Task objective: Reproduce exactly the lines of the material beneath, from the line that contains "if (!line.empty() &&" to the line that contains "index + 1, width);", both included, and no other lines.

Material provided:
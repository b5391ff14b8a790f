// Bounded reads (issue 23): a whole-text reader never reads more than its cap + 1 bytes, from a
// file, a pipe or a device; the line reader stops on a line without end or past its total cap.

#include "sim/scenario/bounded_read.hpp"

#include <fmt/format.h>
#include <unistd.h>

#include <catch2/catch.hpp>
#include <cstdio>
#include <filesystem>
#include <fstream>
#include <sstream>

#include "sim/scenario/line_reader.hpp"

namespace larder {
namespace {

TEST_CASE("read_bounded: the whole file under the cap, a refusal above it", "[hostile]") {
  const auto path = std::filesystem::temp_directory_path() /
                    fmt::format("larder-bounded-{}.txt", static_cast<long>(::getpid()));
  std::ofstream(path, std::ios::binary) << "0123456789";
  CHECK(read_bounded(path.string(), 10).text == "0123456789");
  CHECK(read_bounded(path.string(), 10).ok());
  CHECK(read_bounded(path.string(), 9).too_large);
  CHECK(read_bounded(path.string(), 9).text.empty());
  std::filesystem::remove(path);
  CHECK(read_bounded(path.string(), 9).problem == "No such file or directory");
  CHECK(read_bounded(path.parent_path().string(), 9).problem == "it is a directory");
  // A device without end: the cap decides, not the file.
  const BoundedText zero = read_bounded("/dev/zero", 1 << 20);
  CHECK(zero.too_large);
  CHECK(size_in_words(std::size_t{16} << 20) == "16 MiB");
  CHECK(size_in_words(1536) == "1536 bytes");
  CHECK(size_in_words(2048) == "2 KiB");
}

TEST_CASE("LineReader stops on a line longer than its skip bound and at a total cap", "[hostile]") {
  // One line longer than the skip bound without an end, then a line that is never reached.
  std::string text(LineReader::kMaxSkip + 2 * LineReader::kMaxLine, 'z');
  text += "\nnever";
  std::istringstream in(text);
  LineReader r(in);
  std::string line;
  bool too_long = false;
  REQUIRE(r.next(line, too_long));
  CHECK(too_long);
  CHECK(line.size() == LineReader::kMaxLine);
  CHECK(r.stopped_early());
  CHECK(!r.over_size());
  CHECK(!r.next(line, too_long));

  std::istringstream rows("a\nb\nc\n" + std::string(200000, 'r'));
  LineReader capped(rows, 100000);  // blocks of 64 KiB: stops after the second block
  std::vector<std::string> got;
  while (capped.next(line, too_long)) got.push_back(line);
  CHECK(got == std::vector<std::string>{"a", "b", "c"});
  CHECK(capped.over_size());
}

}  // namespace
}  // namespace larder
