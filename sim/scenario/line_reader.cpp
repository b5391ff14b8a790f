#include "sim/scenario/line_reader.hpp"

#include <cstring>

namespace larder {

LineReader::LineReader(std::istream& in, std::size_t max_bytes)
    : buf_(in.rdbuf()), block_(std::size_t{1} << 16), max_bytes_(max_bytes) {
  eof_ = buf_ == nullptr;
}

bool LineReader::next(std::string& line, bool& too_long) {
  line.clear();
  too_long = false;
  bool any = false;
  std::size_t skipped = 0;
  if (stopped_early_) return false;
  while (true) {
    if (pos_ == end_) {
      if (eof_) break;
      if (max_bytes_ > 0 && read_bytes_ >= max_bytes_) {
        stopped_early_ = over_size_ = eof_ = true;
        line.clear();  // a line cut by the cap is not a line
        return false;
      }
      if (too_long && skipped > kMaxSkip) {
        stopped_early_ = eof_ = true;
        break;
      }
      const std::streamsize got =
          buf_->sgetn(block_.data(), static_cast<std::streamsize>(block_.size()));
      pos_ = 0;
      end_ = got > 0 ? static_cast<std::size_t>(got) : 0;
      read_bytes_ += end_;
      if (end_ == 0) {
        eof_ = true;
        break;
      }
    }
    any = true;
    const char* start = block_.data() + pos_;
    const void* nl = std::memchr(start, '\n', end_ - pos_);
    const std::size_t len = nl != nullptr
                                ? static_cast<std::size_t>(static_cast<const char*>(nl) - start)
                                : end_ - pos_;
    if (!too_long) {
      const std::size_t room = kMaxLine - line.size();
      if (len > room) {
        line.append(start, room);
        too_long = true;
      } else {
        line.append(start, len);
      }
    } else {
      skipped += len;
    }
    pos_ += len;
    if (nl != nullptr) {
      ++pos_;
      break;
    }
  }
  if (!any) return false;
  ++line_number_;
  if (!line.empty() && line.back() == '\r') line.pop_back();
  if (line_number_ == 1 && line.rfind("\xEF\xBB\xBF", 0) == 0) line.erase(0, 3);
  return true;
}

}  // namespace larder
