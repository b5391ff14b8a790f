#include "sim/scenario/generated_stores.hpp"

#include <fmt/format.h>

#include <algorithm>
#include <cmath>

#include "sim/random/stream.hpp"
#include "sim/stats/normal.hpp"

namespace larder {

std::string generated_store_id(int index, int count) {
  const int width = std::max(3, static_cast<int>(std::to_string(count).size()));
  return fmt::format("s{:0{}}", index + 1, width);
}

std::vector<double> generated_store_sizes(std::uint64_t seed, int count, double cv) {
  std::vector<double> sizes(static_cast<size_t>(std::max(count, 0)), 1.0);
  if (cv <= 0.0) return sizes;
  // Lognormal exp(sigma * Z + mu) has mean exp(mu + sigma^2 / 2) and CV sqrt(exp(sigma^2) - 1):
  // mean 1 needs mu = -sigma^2 / 2, and the CV gives sigma^2 = log(1 + cv^2).
  const double sigma2 = std::log1p(cv * cv);
  const double sigma = std::sqrt(sigma2);
  for (size_t i = 0; i < sizes.size(); ++i) {
    pcg32 g = make_stream({seed, 0, static_cast<std::uint32_t>(i), kNoItem, Purpose::generation});
    const double z = normal_quantile(to_unit(g()));
    sizes[i] = std::exp(sigma * z - sigma2 / 2.0);
  }
  return sizes;
}

}  // namespace larder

Result:
  if (!line.empty() && line.back() == '\r') line.pop_back();
  if (line_number_ == 1 && line.rfind("\xEF\xBB\xBF", 0) == 0) line.erase(0, 3);
  return true;
}

}  // namespace larder
repository b5391ff14b8a790f
#include "sim/scenario/generated_stores.hpp"

#include <fmt/format.h>

#include <algorithm>
#include <cmath>

#include "sim/random/stream.hpp"
#include "sim/stats/normal.hpp"

namespace larder {

std::string generated_store_id(int index, int count) {
  const int width = std::max(3, static_cast<int>(std::to_string(count).size()));
  return fmt::format("s{:0{}}", index + 1, width);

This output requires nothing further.